Arriving too late to slow the collapse of the Russian war effort, which would buckle in the face of a concerted German offensive in the summer and fall of 1917, the impact of New World soldiers on the Western Front would only be slightly more pronounced. The soldiers arriving at the French front would be little more than fresh stock for the meat grinder, more valuable for their supplies than their enthusiasm, but the Platine mountain regiments from the Collao would find themselves thrown into the thickest of the fighting as Italy’s Isonzo campaign reached a crescendo.
When the first Platine troops arrived in Genoa and made their way to the front, they were forced to adapt quickly to an indecisive high command and a fraught supply line. But they brought with them two valuable advantages that would prove decisive in short order: traditionally stationed in the Andes, their traditional use of coca leaves to stave off altitude sickness made them valuable scouts and lookouts in the Austrian Alps, while Platine emphasis on autonomy at the squadron level meant that the isolated units were able to respond quickly to changing circumstances.

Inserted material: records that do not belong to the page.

#[test]
fn a_rerun_reuses_every_fit_and_a_changed_placement_refits_only_its_own() {
    let dir = small_study();
    let first = cohortmix(dir.path(), &["compare", "study.toml", "--out", "run"]);
    assert!(first.status.success());
    assert!(String::from_utf8_lossy(&first.stderr).contains("0 of 6 fits reused from the cache, 6 fitted"));
    let before = stable_bytes(&dir.path().join("run"));
    let again = cohortmix(dir.path(), &["compare", "study.toml", "--out", "run"]);
    let stderr = String::from_utf8_lossy(&again.stderr);
    assert!(
        stderr.contains("6 of 6 fits reused from the cache, 0 fitted"),
        "{stderr}"
    );
    assert!(
        before == stable_bytes(&dir.path().join("run")),
        "a cached rerun changed the outputs"
    );
    // --fresh refits everything and gives the same bytes.
    let fresh = cohortmix(dir.path(), &["compare", "study.toml", "--out", "run", "--fresh"]);
    assert!(String::from_utf8_lossy(&fresh.stderr).contains("0 of 6 fits reused"));
    assert!(
        before == stable_bytes(&dir.path().join("run")),
        "--fresh changed the outputs"
    );
    // A truncated entry is refused and refitted, with the same result.
    let cache = dir.path().join("run/cache");
    let entry = std::fs::read_dir(&cache).unwrap().next().unwrap().unwrap().path();
    let text = read(&entry);
    std::fs::write(&entry, &text[..text.len() / 2]).unwrap();
    let mended = cohortmix(dir.path(), &["compare", "study.toml", "--out", "run"]);
    let stderr = String::from_utf8_lossy(&mended.stderr);
    assert!(
        stderr.contains("refused and refitted") && stderr.contains("5 of 6 fits reused"),
        "{stderr}"
    );
    assert!(
        before == stable_bytes(&dir.path().join("run")),
        "a refitted entry changed the outputs"
    );
    // Changing one placement refits only its three fits.
    let spec = std::fs::read_to_string(dir.path().join("study.toml")).unwrap();
    std::fs::write(
        dir.path().join("study.toml"),
        spec.replace("name = \"age in gating\"", "name = \"age in gating, renamed\""),
    )
    .unwrap();
    let changed = cohortmix(dir.path(), &["compare", "study.toml", "--out", "run"]);
    let stderr = String::from_utf8_lossy(&changed.stderr);
    assert!(
        stderr.contains("3 of 6 fits reused from the cache, 3 fitted"),
        "{stderr}"
    );
}

/// A run killed (SIGKILL) after 1, 3 or 5 of its 6 fits and started again finishes with
/// the bytes of an uninterrupted run.
#[test]
fn a_killed_run_resumes_to_the_same_bytes() {
    use std::io::{BufRead, BufReader};
    let dir = small_study();
    assert!(cohortmix(dir.path(), &["compare", "study.toml", "--out", "whole"])
        .status
        .success());
    let whole = stable_bytes(&dir.path().join("whole"));
    for after in [1, 3, 5] {
        let out = format!("killed{after}");
        let mut child = Command::new(env!("CARGO_BIN_EXE_cohortmix"))
            .args(["compare", "study.toml", "--out", &out])
            .current_dir(dir.path())
            .stderr(std::process::Stdio::piped())
            .stdout(std::process::Stdio::null())
            .spawn()
            .unwrap();
        let reader = BufReader::new(child.stderr.take().unwrap());
        for line in reader.lines() {
            if line.unwrap().starts_with(&format!("[{after}/6]")) {
                break;
            }
        }
        child.kill().unwrap(); // SIGKILL on Unix
        child.wait().unwrap();
        assert!(
            !dir.path().join(&out).join("results.json").exists(),
            "the run finished before the kill"
        );
        let resumed = cohortmix(dir.path(), &["compare", "study.toml", "--out", &out]);
        assert!(resumed.status.success());
        let stderr = String::from_utf8_lossy(&resumed.stderr);
        // Fits finished before the kill are reused (the next one may have finished too).
        let reused: usize = stderr
            .lines()
            .find_map(|l| {
                l.strip_suffix(" fitted")
                    .and_then(|l| l.split(" of 6 fits reused").next())
            })
            .and_then(|n| n.trim().parse().ok())
            .unwrap_or_else(|| panic!("no cache line in {stderr}"));
        assert!(
            (after..6).contains(&reused),
            "killed after {after} fits, {reused} reused"
        );
        let got = stable_bytes(&dir.path().join(&out));
        assert_eq!(got.len(), whole.len(), "after killing at fit {after}");
        for ((f, a), (_, b)) in got.iter().zip(&whole) {
            assert!(a == b, "{f} differs after killing at fit {after} and resuming");
        }
    }
}

#[test]
fn outputs_do_not_depend_on_the_thread_count_for_fit() {
    let dir = small_study();
    assert!(
        cohortmix(dir.path(), &["--threads", "1", "fit", "study.toml", "--out", "one"])
            .status
            .success()
    );
    assert!(
        cohortmix(dir.path(), &["--threads", "2", "fit", "study.toml", "--out", "two"])
            .status
            .success()
    );
    for f in ["results.json", "models.csv", "memberships.csv"] {
        assert_eq!(
            read(&dir.path().join("one").join(f)),
            read(&dir.path().join("two").join(f)),
            "{f} differs"
        );
    }
}

#[test]
fn check_prints_the_plan() {
    let dir = small_study();
    let out = cohortmix(dir.path(), &["check", "study.toml"]);
    assert!(out.status.success());
    let s = String::from_utf8_lossy(&out.stdout);
    assert!(
        s.contains("6 fits in all") && s.contains("excluded for missing values") && s.contains("gating terms:    age"),
        "{s}"
    );
}

#[test]
fn the_demo_data_is_what_its_truth_spec_generates() {
    let dir = tempfile::tempdir().unwrap();
    for (truth, data) in [
        ("demo-data/respiratory-truth.toml", "demo-data/respiratory.csv"),
        ("demo-data/symptoms-truth.toml", "demo-data/symptoms.csv"),
    ] {
        let out = cohortmix(
            dir.path(),
            &[
                "simulate",
                root(truth).to_str().unwrap(),
                "--out",
                "demo.csv",
                "--force",
            ],
        );
        assert!(out.status.success(), "{}", String::from_utf8_lossy(&out.stderr));
        assert_eq!(read(&dir.path().join("demo.csv")), read(&root(data)), "{data}");
    }
}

A daring German raid attempting to infiltrate behind Italian lines was turned back on the brink of success as Platine units sounded the alarm and fought back, and with the German attack repulsed, the Austrian lines would soon collapse when faced with a similar push the next day. Although unable and unwilling to press their advantage further into the Tyrolean Alps, the defeat would be a harbinger of even more problems for the Central Powers: troops liberated by the collapse of the Russian war effort suddenly had to rush south to shore up Habsburg defenses, while German plans for a spring offensive in the West had to be adapted due to the sudden need to send troops south.
By the spring of 1918, the position of the Central Powers was quickly growing untenable: German efforts were spread too thin by their need to sustain not just their own defenses in Northern France, but the wholesale assumption of the leadership of the Alpine front as well. With the certainty that the scales would only tip further in favor of the Entente as time wore on, Germany was forced to act despite finding their advantage in troops on the Western Front far smaller than they had originally envisioned, and thus began the Kaiserschlacht.

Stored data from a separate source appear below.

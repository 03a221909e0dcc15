"""Check report.html pages in a real browser: nothing cut, nothing lost in print.

For each page, at window widths of 1280 and 800 px, in headless Chromium (driven by
Playwright, the system's chromium as its executable):
- every text of every chart lies inside its SVG's view box (the text's box from the
  browser's own layout, getBBox, in the chart's units; 0.5 unit of slack);
- no table is wider than the block that holds it (a wide table must wrap, shrink or sit
  in a scrolling block that shows all of it on screen; the check is that its box fits);
Then the page is printed to PDF (A4, as a reader would print it) and the PDF's text, read
back with PyMuPDF, must hold every column header of every table: a column cut off at the
page edge loses its header.

Run: python browser_check.py CHROMIUM REPORT.html [REPORT.html ...]
Exit status 1 and a list of what failed when anything does.
`python browser_check.py CHROMIUM --self-test` first shows that each check can fail: on a
page made to break all three rules it must find all three kinds of problem.
"""
import re
import sys
import tempfile

import pymupdf
from playwright.sync_api import sync_playwright

FIND_PROBLEMS = """
() => {
  const out = [];
  for (const svg of document.querySelectorAll('svg[viewBox]')) {
    const vb = svg.viewBox.baseVal;
    if (!vb || vb.width === 0) continue;
    const name = svg.getAttribute('aria-label') || '(unlabelled chart)';
    for (const t of svg.querySelectorAll('text')) {
      const b = t.getBBox();
      if (b.width === 0 && b.height === 0) continue;
      // getBBox is in the text's own units: map its corners through its transform.
      const m = t.transform.baseVal.consolidate();
      const corners = [[b.x, b.y], [b.x + b.width, b.y], [b.x, b.y + b.height], [b.x + b.width, b.y + b.height]]
        .map(([x, y]) => m ? [m.matrix.a * x + m.matrix.c * y + m.matrix.e, m.matrix.b * x + m.matrix.d * y + m.matrix.f] : [x, y]);
      const xs = corners.map(c => c[0]), ys = corners.map(c => c[1]);
      const slack = 0.5;
      if (Math.min(...xs) < vb.x - slack || Math.max(...xs) > vb.x + vb.width + slack ||
          Math.min(...ys) < vb.y - slack || Math.max(...ys) > vb.y + vb.height + slack) {
        out.push(`chart '${name}': text '${t.textContent}' runs past the view box ` +
          `(${Math.min(...xs).toFixed(1)}..${Math.max(...xs).toFixed(1)} × ${Math.min(...ys).toFixed(1)}..${Math.max(...ys).toFixed(1)} ` +
          `against ${vb.width} × ${vb.height})`);
      }
    }
  }
  for (const table of document.querySelectorAll('table')) {
    const holder = table.parentElement;
    const width = table.getBoundingClientRect().width;
    const room = holder.clientWidth;
    if (width > room + 1) {
      const head = [...table.querySelectorAll('th')].slice(0, 3).map(h => h.textContent).join(' | ');
      out.push(`table '${head}…' is ${width.toFixed(0)} px wide in a block of ${room} px`);
    }
  }
  return out;
}
"""

HEADERS = """
() => [...document.querySelectorAll('thead th')].map(th => th.textContent)
"""


def squeeze(text):
    """Text without any white space or soft hyphen, for matching across line breaks."""
    return re.sub(r"[\s\u00ad]+", "", text)


def check(browser, report):
    problems = []
    for width in (1280, 800):
        page = browser.new_page(viewport={"width": width, "height": 900})
        page.goto(f"file://{report}")
        problems += [f"{width} px: {p}" for p in page.evaluate(FIND_PROBLEMS)]
        page.close()
    page = browser.new_page()
    page.goto(f"file://{report}")
    headers = sorted(set(h for h in page.evaluate(HEADERS) if h.strip()))
    with tempfile.NamedTemporaryFile(suffix=".pdf") as pdf:
        page.pdf(path=pdf.name, prefer_css_page_size=True, print_background=True)
        doc = pymupdf.open(pdf.name)
        pages = doc.page_count
        text = squeeze(" ".join(p.get_text() for p in doc))
    page.close()
    lost = [h for h in headers if squeeze(h) not in text]
    problems += [f"print: column header '{h}' is not in the PDF" for h in lost]
    print(f"{report}: {len(headers)} distinct column headers, {pages} PDF pages, "
          f"{len(problems)} problems")
    return problems


BROKEN = """<!DOCTYPE html><html><head><meta charset="utf-8"><style>
body{max-width:600px}.clip{overflow:hidden;width:300px}.clip table{white-space:nowrap}
@media print{.clip{width:200px}}</style></head><body>
<svg xmlns="http://www.w3.org/2000/svg" viewBox="0 0 100 40" width="100" aria-label="too long">
<text x="10" y="20">a label far too long for this chart</text></svg>
<div><table><thead><tr><th>a</th></tr></thead><tbody><tr><td style="white-space:nowrap">
""" + "wide " * 200 + """</td></tr></tbody></table></div>
<div class="clip"><table><thead><tr><th>first</th>""" + "".join(
    f"<th>column{i}</th>" for i in range(40)) + """<th>lastheader</th></tr></thead></table></div>
</body></html>"""


def self_test(browser):
    """The checks find a chart label past its view box, a table wider than its block, and a
    header lost in print, on a page made with all three."""
    with tempfile.NamedTemporaryFile("w", suffix=".html", delete=False) as page:
        page.write(BROKEN)
    problems = check(browser, page.name)
    kinds = {
        "chart text": any("runs past the view box" in p for p in problems),
        "wide table": any("px wide in a block of" in p for p in problems),
        "lost header": any("'lastheader' is not in the PDF" in p for p in problems),
    }
    print(f"self-test: {kinds}")
    if not all(kinds.values()):
        sys.exit(f"the checks missed a planted problem: {kinds}; found {problems}")


def main():
    chromium, reports = sys.argv[1], sys.argv[2:]
    problems = []
    with sync_playwright() as p:
        browser = p.chromium.launch(executable_path=chromium, args=["--no-sandbox", "--disable-gpu"])
        if reports[:1] == ["--self-test"]:
            self_test(browser)
            reports = reports[1:]
        for report in reports:
            problems += [f"{report}: {x}" for x in check(browser, report)]
        browser.close()
    for x in problems:
        print(x)
    if problems:
        sys.exit(f"{len(problems)} problems in the reports")


if __name__ == "__main__":
    main()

But by June of 1918, the offensive had not just ground to a halt, it had been repulsed, and soon the Entente’s counteroffensive was pushing past German trenches nearly 2 years old. Even the formidable Hindenburg Line would be breached before the summer was out, and as the Italian front threatened to collapse just as spectacularly, the Central Powers capitulated before the Entente’s armies could storm across the borders of Germany or capture Vienna.
On November 1st, 1918, the war officially comes to an end with an armistice signed at Versailles. As celebrations break out across the globe, including a tremendous parade in the streets of La Plata, the Entente gets to work on designing the post-war world.